▶ [TASK DIRECTIONS]:
Once the line with "if (t - last < 50 && f < 1) return;" is found, repeat exactly that line and every one after it until the data below ends, including the last line.

▶ [GIVEN DATA]:
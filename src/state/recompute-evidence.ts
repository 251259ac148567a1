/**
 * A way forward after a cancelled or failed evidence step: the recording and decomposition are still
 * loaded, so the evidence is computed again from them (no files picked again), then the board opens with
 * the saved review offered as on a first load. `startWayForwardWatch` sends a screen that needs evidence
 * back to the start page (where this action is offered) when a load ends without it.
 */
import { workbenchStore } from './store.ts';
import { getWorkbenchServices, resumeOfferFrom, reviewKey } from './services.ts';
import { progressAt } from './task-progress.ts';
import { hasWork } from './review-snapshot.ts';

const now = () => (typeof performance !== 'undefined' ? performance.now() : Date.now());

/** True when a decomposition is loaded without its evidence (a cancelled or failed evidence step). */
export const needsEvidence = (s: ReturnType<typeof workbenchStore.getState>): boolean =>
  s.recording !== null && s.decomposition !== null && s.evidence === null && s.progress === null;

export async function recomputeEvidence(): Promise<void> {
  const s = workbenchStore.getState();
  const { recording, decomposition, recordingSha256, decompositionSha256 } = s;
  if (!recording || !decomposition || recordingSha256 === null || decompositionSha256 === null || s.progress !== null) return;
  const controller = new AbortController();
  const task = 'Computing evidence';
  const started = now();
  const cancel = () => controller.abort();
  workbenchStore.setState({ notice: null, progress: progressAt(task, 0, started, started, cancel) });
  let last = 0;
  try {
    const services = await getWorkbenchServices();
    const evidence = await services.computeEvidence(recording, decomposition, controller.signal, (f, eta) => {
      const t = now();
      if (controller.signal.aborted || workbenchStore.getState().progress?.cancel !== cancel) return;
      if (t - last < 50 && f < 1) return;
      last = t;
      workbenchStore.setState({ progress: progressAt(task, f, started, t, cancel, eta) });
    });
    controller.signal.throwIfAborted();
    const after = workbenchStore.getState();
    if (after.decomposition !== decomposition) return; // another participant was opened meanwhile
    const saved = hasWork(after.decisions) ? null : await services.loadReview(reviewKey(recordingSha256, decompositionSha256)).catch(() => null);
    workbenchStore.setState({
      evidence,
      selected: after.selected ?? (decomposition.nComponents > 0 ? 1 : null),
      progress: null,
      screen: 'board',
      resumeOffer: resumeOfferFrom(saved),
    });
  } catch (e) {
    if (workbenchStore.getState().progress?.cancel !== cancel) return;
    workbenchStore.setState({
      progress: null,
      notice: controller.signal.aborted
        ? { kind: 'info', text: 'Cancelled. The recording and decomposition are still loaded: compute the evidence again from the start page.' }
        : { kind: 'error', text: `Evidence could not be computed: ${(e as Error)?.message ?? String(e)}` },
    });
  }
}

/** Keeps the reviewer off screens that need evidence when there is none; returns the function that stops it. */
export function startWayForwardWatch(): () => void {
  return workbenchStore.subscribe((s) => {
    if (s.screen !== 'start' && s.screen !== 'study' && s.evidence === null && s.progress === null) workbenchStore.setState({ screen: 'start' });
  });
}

▶ [RESULT OF THIS TASK]:
      if (t - last < 50 && f < 1) return;
      last = t;
      workbenchStore.setState({ progress: progressAt(task, f, started, t, cancel, eta) });
    });
    controller.signal.throwIfAborted();
    const after = workbenchStore.getState();
    if (after.decomposition !== decomposition) return; // another participant was opened meanwhile
    const saved = hasWork(after.decisions) ? null : await services.loadReview(reviewKey(recordingSha256, decompositionSha256)).catch(() => null);
    workbenchStore.setState({
      evidence,
      selected: after.selected ?? (decomposition.nComponents > 0 ? 1 : null),
      progress: null,
      screen: 'board',
      resumeOffer: resumeOfferFrom(saved),
    });
  } catch (e) {
    if (workbenchStore.getState().progress?.cancel !== cancel) return;
    workbenchStore.setState({
      progress: null,
      notice: controller.signal.aborted
        ? { kind: 'info', text: 'Cancelled. The recording and decomposition are still loaded: compute the evidence again from the start page.' }
        : { kind: 'error', text: `Evidence could not be computed: ${(e as Error)?.message ?? String(e)}` },
    });
  }
}

/** Keeps the reviewer off screens that need evidence when there is none; returns the function that stops it. */
export function startWayForwardWatch(): () => void {
  return workbenchStore.subscribe((s) => {
    if (s.screen !== 'start' && s.screen !== 'study' && s.evidence === null && s.progress === null) workbenchStore.setState({ screen: 'start' });
  });
}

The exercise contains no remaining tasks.